Kalinski H, Mashiah P, Rotem D, Orzech Y, Sherman L, Miki T, Yaniv A, Gazit A, Tronick S R
Department of Human Microbiology, Sackler School of Medicine, Tel Aviv University, Israel.
Virology. 1994 Nov 1;204(2):828-34. doi: 10.1006/viro.1994.1602.
Two distinct species of caprine arthritis encephalitis virus (CAEV) tat cDNAs were isolated early after infection of a Himalayan tahr cell line. Sequence analyses predicted that one cDNA (pCEV/e1) represented a polycistronic transcript that encodes Tat and Rev as well as an N-terminally truncated transmembrane protein and a protein, designated X, whose function is unknown; whereas the other cDNA (pCEV/f1) encodes Tat and the env gene products. pCEV/e1 trans-activated a CAEV LTR-chloramphenicol acetyltransferase reporter gene in goat synovial membrane cells. This activity was shown to be encoded by the Tat open reading frame by analysis of a deletion mutant. Because the pCAEV/f1 insert was unstable in plasmid form, its Tat activity could not be convincingly demonstrated. The target sequences for Tat within the CAEV LTR were localized to the U3 region which, when placed in either orientation upstream of heterologous promoters, was able to confer responsiveness to Tat.

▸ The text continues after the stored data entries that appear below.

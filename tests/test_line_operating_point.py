"""What the operating point does to a line: gas at its own place, ripple in the mean drop, speeds with their own flow."""

from __future__ import annotations

import numpy as np
import pytest

import pulsekit as pk
from pulsekit.line import speed_map

FLUID = pk.Fluid(density=870.0, viscosity="40 mPa*s", bulk_modulus="1.5 GPa")


def pipe(length=2.0, **more):
    return pk.Pipe(length=length, radius=0.008, wave_speed=1300.0, **more)


def source(*waves, frequency=30.0, mean=6e-4):
    return pk.FlowSource(pk.Harmonics(frequency=frequency, coefficients=[mean, *waves]))


@pytest.mark.parametrize("impedance", [2e9 + 1e8j, lambda hertz: (2e9 + 1e8j) * np.ones(np.shape(hertz)), "2e9 Pa*s/m^3"])
def test_any_impedance_may_end_a_line(impedance):
    line = pk.Line([pipe()], end=pk.ImpedanceEnd(impedance), fluid=FLUID)
    response = line.respond(source(1e-5))
    ratio = response.pressure(2.0).coefficients[1] / response.flow_rate(2.0).coefficients[1]
    wanted = 2e9 if isinstance(impedance, str) else 2e9 + 1e8j
    assert ratio == pytest.approx(wanted, rel=1e-12)  # rounding


def test_a_damper_behind_a_restrictor_has_the_lower_gas_pressure():
    # 38 L/min through the restrictor leave 100 of 180 bar: the gas there is softer by its volume and exponent.
    damper = pk.GasDamper(nominal_volume="1 L", precharge="60 bar")
    elements = [pk.Restrictor(pressure_drop="80 bar", flow="38 L/min"), damper, pipe(0.001)]
    line = pk.Line(elements, end=pk.ClosedEnd(), fluid=FLUID, mean_flow="38 L/min", mean_pressure="180 bar")
    medium = line.medium()
    at_damper = line.media(medium, line.values)[1].pressure
    assert at_damper == pytest.approx(100e5, rel=1e-12)  # rounding
    resistance = 2 * 80e5 / (38e-3 / 60)
    compliance = damper.compliance(line.medium(pressure=100e5))
    wanted = resistance + 1 / (2j * np.pi * 5.0 * compliance)
    # A millimetre of liquid behind it is stiffer than the gas by far.
    assert line.input_impedance(5.0) == pytest.approx(wanted, rel=1e-4)
    wrong = resistance + 1 / (2j * np.pi * 5.0 * damper.compliance(line.medium(pressure=180e5)))
    assert abs(wrong.imag / wanted.imag) > 2


def test_ripple_raises_the_mean_drop_of_a_restrictor():
    # Without reversal the mean of (Q0 + Q1 cos)^2 is Q0^2 + Q1^2/2.
    line = pk.Line([pk.Restrictor(pressure_drop="3 bar", flow=6e-4), pipe()], end=pk.MatchedEnd(), fluid=FLUID, mean_pressure="50 bar")
    response = line.respond(source(3e-4))
    drop = response.node_pressures[0] - response.node_pressures[1]
    through = abs(response.states[0][1][0])
    assert through == pytest.approx(3e-4, rel=1e-12)
    assert drop == pytest.approx(3e5 * (1 + 0.5 * (through / 6e-4) ** 2), rel=1e-9)  # 512 instants are exact for two harmonics


@pytest.mark.parametrize("ratio", [0.6, 1.0, 1.7])
def test_a_speed_map_is_the_response_at_each_speed(ratio):
    elements = [pipe(), pk.Restrictor(pressure_drop="3 bar", flow=6e-4), pipe(1.2), pk.Volume(volume="0.1 L"), pipe(0.7)]
    line = pk.Line(elements, end=pk.OpenEnd(), fluid=FLUID)
    places = np.linspace(0.0, line.length, 23)
    mapped = speed_map(line, source(2e-5, 0, 1e-5j), [30.0 * ratio], places).peak_to_peak[0]
    alone = line.respond(source(2e-5 * ratio, 0, 1e-5j * ratio, frequency=30.0 * ratio, mean=6e-4 * ratio))
    fine = np.ptp(alone.courses(places, instants=4096), axis=1)
    # The map's 32 instants miss an extreme of three harmonics by at most (3 pi/32)^2/2 = 4 %.
    assert mapped == pytest.approx(fine, rel=0.045, abs=1e-6 * fine.max())
    assert np.all(mapped <= fine * (1 + 1e-9) + 1e-6)


def test_a_varied_wave_speed_is_that_of_the_pipes():
    def line(factor):
        branch = pk.SideBranch([pk.Pipe(length=0.4, radius=0.008, wave_speed=1300.0 * factor)], end=pk.ClosedEnd())
        parts = [pk.Pipe(length=2.0, radius=0.008, wave_speed=1300.0 * factor), pk.Restrictor(pressure_drop="3 bar", flow=6e-4), branch]
        return pk.Line([*parts, pk.Pipe(length=1.0, radius=0.008, wave_speed=1300.0 * factor)], end=pk.OpenEnd(), fluid=FLUID)

    speeds, places = np.array([25.0, 40.0]), np.linspace(0.0, 3.0, 11)
    varied = speed_map(line(1.0), source(2e-5, 1e-5), speeds, places, wave_speed_factor=1.07)
    built = speed_map(line(1.07), source(2e-5, 1e-5), speeds, places)
    np.testing.assert_allclose(varied.peak_to_peak, built.peak_to_peak, rtol=1e-12, atol=1e-6)  # rounding


def test_both_sides_of_a_double_acting_plunger_compress():
    # Each side gives up the same share of its stroke, so that delivery repeats every half turn but for the rod.
    flow = pk.plunger_pump(plungers=1, speed="300 rpm", mean_flow="20 L/min", rod_ratio=1e4, acting="double", compression=0.2)
    odd, even = np.abs(flow.coefficients[1::2]), np.abs(flow.coefficients[2::2])
    assert odd.max() < 2e-3 * even.max()  # a long rod leaves 1/rod_ratio and a sample of the grid


def test_a_restrictor_in_a_branch_damps_the_speed_map_as_it_damps_the_response():
    branch = pk.SideBranch([pk.Restrictor(pressure_drop="10 bar", flow="1 L/min"), pk.Volume(volume="1 L")], end=pk.ClosedEnd())
    line = pk.Line([pipe(), branch, pipe()], end=pk.ClosedEnd(), fluid=FLUID)
    response = line.respond(source(5e-5))
    places = np.linspace(0.0, line.length, 9)
    mapped = speed_map(line, source(5e-5), [30.0], places, values=response.values).peak_to_peak[0]
    # One harmonic: 32 instants miss its extreme by at most (pi/32)^2/2 = 0.5 %.
    assert mapped == pytest.approx(response.envelope(places), rel=0.01)
    undamped = speed_map(line, source(5e-5), [30.0], places).peak_to_peak[0]
    assert abs(undamped[0] / mapped[0] - 1) > 0.05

在感染喜马拉雅塔尔羊细胞系后不久,分离出了两种不同的山羊关节炎脑炎病毒(CAEV)tat cDNA。序列分析预测,一种cDNA(pCEV/e1)代表一种多顺反子转录本,其编码Tat和Rev以及一个N端截短的跨膜蛋白和一种名为X的功能未知的蛋白;而另一种cDNA(pCEV/f1)编码Tat和env基因产物。pCEV/e1在山羊滑膜细胞中反式激活了CAEV LTR - 氯霉素乙酰转移酶报告基因。通过对缺失突变体的分析表明,这种活性由Tat开放阅读框编码。由于pCAEV/f1插入片段以质粒形式不稳定,其Tat活性无法令人信服地得到证实。CAEV LTR内Tat的靶序列定位于U3区域,当该区域置于异源启动子上游的任何方向时,都能够赋予对Tat的反应性。